■ Your goal:
Your output should be the lines from the start of the data through the line containing "const study = simulateRuns(scenario, randomDraws(8).normal);", exactly and nothing more.

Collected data
-------
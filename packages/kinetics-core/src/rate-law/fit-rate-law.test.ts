import { studentTFactor } from "kinetics-core/distributions";
import { randomDraws } from "kinetics-core/random";
import { labelOf, nineRuns as scenario, simulateRuns } from "kinetics-core/simulation";
import { describe, expect, it } from "vitest";
import { fitRateLaw } from "./fit-rate-law";
import type { RateLawFit, RateLawInput } from "./rate-law";

const study = simulateRuns(scenario, randomDraws(8).normal);

function law(input: RateLawInput): RateLawFit {
  const result = fitRateLaw(input);
  if (result.status !== "fitted") throw new Error(`expected a law, got ${result.status}: ${result.message}`);
  return result;
}

/** Every number of a fit that does not depend on the order of the runs. */
function numbers(fit: RateLawFit): readonly number[] {
  const flat = (value: unknown): number[] =>
    typeof value === "number"
      ? [value]
      : value !== null && typeof value === "object"
        ? Object.values(value).flatMap(flat)
        : [];
  return flat([
    fit.orders,
    fit.logRateConstant,
    fit.rateConstant,
    fit.centre,
    fit.covariance,
    fit.budget,
    fit.betweenRunStandardDeviation,
    fit.simpleOrders,
  ]);
}

function expectSameNumbers(got: readonly number[], wanted: readonly number[], relative: number): void {
  expect(got).toHaveLength(wanted.length);
  wanted.forEach((value, i) => {
    expect(Math.abs((got[i] ?? Number.NaN) - value)).toBeLessThanOrEqual(relative * Math.abs(value) + 1e-13);
  });
}

describe("what must not matter", () => {
  it("the order of the runs", () => {
    const shuffled = { ...study, runs: [3, 8, 1, 0, 6, 2, 7, 5, 4].flatMap((j) => study.runs[j] ?? []) };
    expectSameNumbers(numbers(law(shuffled)), numbers(law(study)), 1e-8);
  });

  it("the unit of concentration and of time, but for k itself", () => {
    const there = law(study);
    const inMillimolePerMinute = law({
      ...study,
      concentrationUnit: "mmol/L",
      timeUnit: "min",
      runs: study.runs.map((run) => ({
        ...run,
        concentrations: Object.fromEntries(
          Object.entries(run.concentrations).map(([name, c]) => [name, 1000 * c]),
        ),
        rate: run.rate * 60_000,
        rateStandardError: (run.rateStandardError ?? 0) * 60_000,
      })),
    });
    for (const name of study.species) {
      const [a, b] = [there.orders[name], inMillimolePerMinute.orders[name]];
      expect(b?.estimate).toBeCloseTo(a?.estimate ?? Number.NaN, 10);
      expect(b?.standardError).toBeCloseTo(a?.standardError ?? Number.NaN, 10);
    }
    const scale = inMillimolePerMinute.simpleOrders.rateConstant;
    // Overall order 3: (10³ mmol/mol)^(1 − 3) · 60 s/min.
    expect((scale.estimate ?? 0) / (there.simpleOrders.rateConstant.estimate ?? 1)).toBeCloseTo(6e-5, 12);
    expect(scale.unit).toBe("L^2 mmol^-2 min^-1");
    expect(inMillimolePerMinute.centre.rate.estimate).toBeCloseTo(
      60_000 * (there.centre.rate.estimate ?? 0),
      8,
    );
  });

  it("the scale of the rates: twice the rates, twice k, the same orders and relative errors", () => {
    const once = law(study);
    const twice = law({
      ...study,
      runs: study.runs.map((run) => ({
        ...run,
        rate: 2 * run.rate,
        rateStandardError: 2 * (run.rateStandardError ?? 0),
      })),
    });
    expect((twice.rateConstant.estimate ?? 0) / (once.rateConstant.estimate ?? 1)).toBeCloseTo(2, 9);
    expect(twice.orders.A?.estimate).toBeCloseTo(once.orders.A?.estimate ?? Number.NaN, 11);
    expect(twice.logRateConstant.standardError).toBeCloseTo(
      once.logRateConstant.standardError ?? Number.NaN,
      11,
    );
  });
});

describe("shared errors", () => {
  const shared = [
    { species: ["B"], relative: 0.02, source: "Titre of stock B" },
    { species: [], onRate: true, relative: 0.01, source: "ε·l" },
  ];

  it("of all runs move ln k and not the orders", () => {
    const without = law({ ...study, orders: { A: 1, B: 2 } });
    const withThem = law({ ...study, orders: { A: 1, B: 2 }, shared, temperatureRelative: 0.007 });
    const free = law({ ...study, shared });
    expect(free.orders).toEqual(law(study).orders);
    expect(withThem.logRateConstant.estimate).toBe(without.logRateConstant.estimate);
    const scatter = without.logRateConstant.standardError ?? 0;
    // Σ n² u² by hand: order 2 in B doubles the titre's 2 %.
    const total = Math.sqrt(scatter ** 2 + 0.04 ** 2 + 0.01 ** 2 + 0.007 ** 2);
    expect(withThem.logRateConstant.standardError).toBeCloseTo(total, 12);
    expect(withThem.budget.map((line) => [line.source, Number(line.relative.toFixed(6))])).toEqual([
      ["Scatter of the runs", Number(scatter.toFixed(6))],
      ["Titre of stock B", 0.04],
      ["ε·l", 0.01],
      ["Temperature", 0.007],
    ]);
    // Welch: only the scatter spends freedom.
    expect(withThem.rateConstantDegreesOfFreedom).toBeCloseTo((8 * total ** 4) / scatter ** 4, 6);
  });

  it("make the budget add up to the variance of ln k, whatever is shared", () => {
    const chain = { species: ["A"], relative: 0.03, runs: ["R01", "R02", "R05"], source: "Dilution" };
    for (const fit of [
      law({ ...study, shared: [...shared, chain] }),
      law({ ...study, shared: [chain], temperatureRelative: 0.01 }),
      law(study),
    ]) {
      const sum = fit.budget.reduce((total, line) => total + line.relative ** 2, 0);
      expect(Math.sqrt(sum)).toBeCloseTo(fit.logRateConstant.standardError ?? Number.NaN, 12);
      expect(fit.covariance?.[0]?.[0]).toBeCloseTo(sum, 12);
      const ofSimple = fit.simpleOrders.budget.reduce((total, line) => total + line.relative ** 2, 0);
      expect(Math.sqrt(ofSimple)).toBeCloseTo(
        fit.simpleOrders.logRateConstant.standardError ?? Number.NaN,
        12,
      );
    }
  });

  it("of a dilution step widen the order of the species that was diluted", () => {
    const chain = { species: ["B"], relative: 0.05, runs: ["R06", "R07"] };
    const plain = law(study);
    const diluted = law({ ...study, shared: [chain] });
    // By how much depends on the scatter drawn beside it; a tenth is more than reweighting could undo.
    expect(diluted.orders.B?.standardError ?? 0).toBeGreaterThan(1.1 * (plain.orders.B?.standardError ?? 1));
    expect(diluted.budget.some((line) => line.source === "Stock of B (R06 and R07)")).toBe(true);
    expect(diluted.covariance?.[2]?.[2]).toBeCloseTo((diluted.orders.B?.standardError ?? 0) ** 2, 12);
  });

  it("cancel where one calibration gives the rates and the concentration of a first-order species", () => {
    const fit = law({
      ...study,
      orders: { A: 1, B: 2 },
      shared: [{ species: ["A"], onRate: true, relative: 0.05 }],
    });
    expect(fit.budget.find((line) => line.source === "Stock of A and the rate scale")?.relative).toBe(0);
  });
});

describe("the interval", () => {
  it("of k is that of ln k back-transformed, and lopsided", () => {
    const { rateConstant, logRateConstant } = law(study);
    const [low, high] = logRateConstant.interval ?? [Number.NaN, Number.NaN];
    expect(rateConstant.interval).toEqual([Math.exp(low), Math.exp(high)]);
    const k = rateConstant.estimate ?? Number.NaN;
    expect(high - low).toBeGreaterThan(0);
    expect((rateConstant.interval?.[1] ?? 0) - k).toBeGreaterThan(k - (rateConstant.interval?.[0] ?? 0));
  });

  it("of an order is t standard errors at m − q, at the level asked for", () => {
    const fit = law({ ...study, level: 0.99 });
    const { estimate, standardError, interval, level } = fit.orders.A ?? law(study).logRateConstant;
    expect(level).toBe(0.99);
    expect(fit.degreesOfFreedom).toBe(6);
    expect(interval?.[1]).toBeCloseTo((estimate ?? 0) + studentTFactor(0.99, 6) * (standardError ?? 0), 12);
  });

  it("with equal errors is that of ordinary least squares (three runs by hand)", () => {
    // ln v = 0, 1 + 0.03, 2 at ln c = 0, 1, 2: slope 1, residuals −0.01, 0.02, −0.01.
    const fit = law({
      species: ["A"],
      runs: [0, 1.03, 2].map((logarithm, j) => ({
        label: labelOf(j),
        concentrations: { A: Math.exp(j) },
        rate: Math.exp(logarithm),
      })),
    });
    expect(fit.orders.A?.estimate).toBeCloseTo(1, 12);
    expect(fit.orders.A?.standardError).toBeCloseTo(Math.sqrt(6e-4 / 2), 12);
    expect(fit.betweenRunStandardDeviation).toBeCloseTo(Math.sqrt(6e-4), 12);
    expect(fit.residuals.map((row) => Number(row.residual.toFixed(10)))).toEqual([-0.01, 0.02, -0.01]);
    expect(fit.residuals[0]?.leverage).toBeCloseTo(5 / 6, 12);
  });

  it("rests on one degree of freedom with a warning that names it, and is absent with none", () => {
    const two = { ...study, species: ["A"], runs: study.runs.slice(0, 2) };
    const exact = law(two);
    expect(exact.orders.A?.interval).toBeNull();
    expect(exact.rateConstant.interval).toBeNull();
    expect(exact.covariance).toBeNull();
    expect(exact.betweenRunStandardDeviation).toBeNull();
    expect(exact.simpleOrders.reading.A).toBe("nearest");
    expect(exact.flags.find((flag) => flag.code === "no-freedom")?.severity).toBe("blocks");
    const three = law({ ...two, runs: study.runs.slice(0, 3) });
    expect(three.orders.A?.interval).not.toBeNull();
    expect(three.flags.find((flag) => flag.code === "little-freedom")?.message).toContain(
      "one degree of freedom",
    );
  });
});

it("takes four times as long for four times the runs, and not sixteen times", () => {
  const many = (size: number) => {
    const big = Array.from({ length: size }, (_, j) => [0.01 * 1.01 ** (j % 97), 0.02 * 1.02 ** (j % 89)]);
    return simulateRuns(
      { ...scenario, recipes: big, rateErrors: big.map((_, j) => 0.01 + 0.001 * (j % 7)) },
      randomDraws(3).normal,
    );
  };
  const timed = (input: RateLawInput) => {
    // Processor time: a busy machine must not fail this.
    const before = process.cpuUsage();
    law(input);
    return process.cpuUsage(before).user;
  };
  timed(many(50));
  const small = Math.min(timed(many(125)), timed(many(125)), timed(many(125)));
  const large = Math.min(timed(many(500)), timed(many(500)), timed(many(500)));
  expect(large / small).toBeLessThan(16);
});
-------
■ Task solution:
filename packages/kinetics-core/src/rate-law/fit-rate-law.test.ts
import { studentTFactor } from "kinetics-core/distributions";
import { randomDraws } from "kinetics-core/random";
import { labelOf, nineRuns as scenario, simulateRuns } from "kinetics-core/simulation";
import { describe, expect, it } from "vitest";
import { fitRateLaw } from "./fit-rate-law";
import type { RateLawFit, RateLawInput } from "./rate-law";

const study = simulateRuns(scenario, randomDraws(8).normal);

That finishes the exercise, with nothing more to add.